Github


Timeline

Show & Tell 20 minutes
Project 10 minutes
Challenges 10 minutes
Hackathon 100 minutes
Presentation 10 minutes
Total 150 minutes

Dataset

Data about this course’s Github organization.

https://github.com/CSCI-4830-002-2014

Objective

  1. Write a Node.js script to grab all the events about our class’s repository.
  2. Redo all the analyses in Splunk III, Challenge 2 on the newer data.
  3. Conduct new analyses on the events related to week 3 (challenge, project, hackathon) using Splunk.

Prerequisites

Team

Form a team of four or five with other classmates. You should work with others who are already sitting at the same table. The teaching staff will walk around to facilitate team forming. Introduce yourself if you do not already know each other.

Objective 1: Node.js program for grabbing events

Problem: We want to retrieve all the events about the course from Github and save them in a JSON file to import into Splunk. But Github only returns one page of 30 events at a time.

Desired Solution: A Node.js program that can make multiple calls to Github’s API to retrieve events over several pages and combine the results into a single list (i.e., a JSON array).

Installation

You will need to install two Node packages:

  1. JavaScript GitHub API for Node.JS
  2. Async.js

Example

Below is a Node.js program for grabbing all forks of the repos for the three weeks challenges.
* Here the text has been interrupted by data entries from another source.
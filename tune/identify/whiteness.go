package identify

import (
	"math"

	"gonum.org/v1/gonum/floats"
	"gonum.org/v1/gonum/stat/distuv"
)

// autocorrelation returns the autocorrelation of r at lags 0 to lags, the mean
// not removed (residuals of a fit with an offset have none).
func autocorrelation(r []float64, lags int) []float64 {
	out := make([]float64, lags+1)
	total := floats.Dot(r, r)
	if total == 0 {
		out[0] = 1
		return out
	}
	for k := range out {
		if k < len(r) {
			out[k] = floats.Dot(r[:len(r)-k], r[k:]) / total
		}
	}
	return out
}

// lagCount is how many lags the tests look at for n residuals.
func lagCount(n int) int { return min(25, n/8) }

// ljungBox returns the probability that white residuals show as much
// autocorrelation as r does, after fitted parameters. NaN for short records.
//
// Reference: G. M. Ljung, G. E. P. Box, Biometrika 65 (1978) 297.
func ljungBox(r []float64, fitted int) float64 {
	n, lags := len(r), lagCount(len(r))
	if lags <= fitted {
		return math.NaN()
	}
	rho := autocorrelation(r, lags)
	q := 0.0
	for k := 1; k <= lags; k++ {
		q += rho[k] * rho[k] / float64(n-k)
	}
	q *= float64(n) * float64(n+2)
	return distuv.ChiSquared{K: float64(lags - fitted)}.Survival(q)
}

// autoregression is the noise model e[i] = Σ coef[k]·e[i−1−k] + w[i].
type autoregression struct {
	coef     []float64
	variance float64 // of w
}

// fitAutoregression fits the order with the least AICc by the Levinson–Durbin
// recursion on the sample autocovariance.
func fitAutoregression(r []float64, orderMax int) autoregression {
	n := len(r)
	best := autoregression{variance: floats.Dot(r, r) / float64(n)}
	rho := autocorrelation(r, orderMax)
	score := func(v float64, k int) float64 {
		return float64(n)*math.Log(v) + 2*float64(k+1)*float64(n)/math.Max(1, float64(n-k-2))
	}
	if best.variance == 0 {
		return best
	}
	least := score(best.variance, 0)
	var a []float64
	v := best.variance
	for k := 1; k <= orderMax; k++ {
		acc := rho[k]
		for j, c := range a {
			acc -= c * rho[k-1-j]
		}
		refl := acc * best0(r) / v
		next := make([]float64, k)
		for j := range a {
			next[j] = a[j] - refl*a[k-2-j]
		}
		next[k-1] = refl
		a = next
		v *= 1 - refl*refl
		if !(v > 0) {
			break
		}
		if s := score(v, k); s < least {
			least = s
			best = autoregression{coef: append([]float64(nil), a...), variance: v}
		}
	}
	return best
}

func best0(r []float64) float64 { return floats.Dot(r, r) / float64(len(r)) }

// whiten returns w for the run e of residuals, the first values taken as they
// are.
func (ar autoregression) whiten(e []float64) []float64 {
	out := make([]float64, len(e))
	for i := range e {
		v := e[i]
		for k, c := range ar.coef {
			if i-1-k >= 0 {
				v -= c * e[i-1-k]
			}
		}
		out[i] = v
	}
	return out
}

// backColour runs col backwards in time through 1/A, in place: the inner products
// of two such columns times the variance are those of the columns with the
// noise's covariance matrix between them.
func (ar autoregression) backColour(col []float64) {
	for i := len(col) - 1; i >= 0; i-- {
		v := col[i]
		for k, c := range ar.coef {
			if i+1+k < len(col) {
				v += c * col[i+1+k]
			}
		}
		col[i] = v
	}
}

// quantile95 is the two-sided 95 % point of Student's t.
func quantile95(dof int) float64 {
	return distuv.StudentsT{Mu: 0, Sigma: 1, Nu: float64(max(dof, 1))}.Quantile(0.975)
}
Your task is to adapt this code for grabbing all events about our course’s repository (or as many as allowed by Github).

Download and try to run from a terminal:

node getforks.js > forks.json

Open forks.json and you should see a list of forks as a JSON array.

Template

You can use this Gist as a template to develop your program.

Useful References

Github API node-github
GET /users/:username/followers user#getFollowers
GET /orgs/:org/events events#getFromOrg

Technical Discussion

  • Why coding in Node.js? Why not Postman?
  • What parameters to set to get Github’s API to return data beyond the most recent 30 events?
  • What parameters to set in JSON.stringify that are responsible for printing to the console in a pretty way?
  • What is the role of the callback function in the call to github.repos.getForks?
  • Why is an asynchronous library needed?
  • Why does results need to be flatten?

Objective 2: Redo Analyses

2.a. What is the distribution of push requests over Github accounts?

2.b. What are different event types compared over time for the whole class?

2.c. Who had the most number of pull request events?

2.d. How many different kinds of pull request actions were made?

2.e. What is the distribution of opened pull requests over Github accounts?

2.f. What is the submission pattern (i.e., pull requests) of the “Week 2 challenge” over time?

Objective 3: Analyze Week 3

Come up with THREE interesting questions about week 3 (challenge, project, hackathon). For each question, compose a Splunk query and present a chart or table as an answer. Write one or two sentences to discuss your answer.

Presentation

Your team will do a 3-5 minutes presentation to the entire class about the findings from your analyses.

Submission

Use a Github repository to submit your work. Follow this link to find the template repository for this hackathon. Fork, modify, commit, push, and make a pull request, just like what you did for your other homework submissions.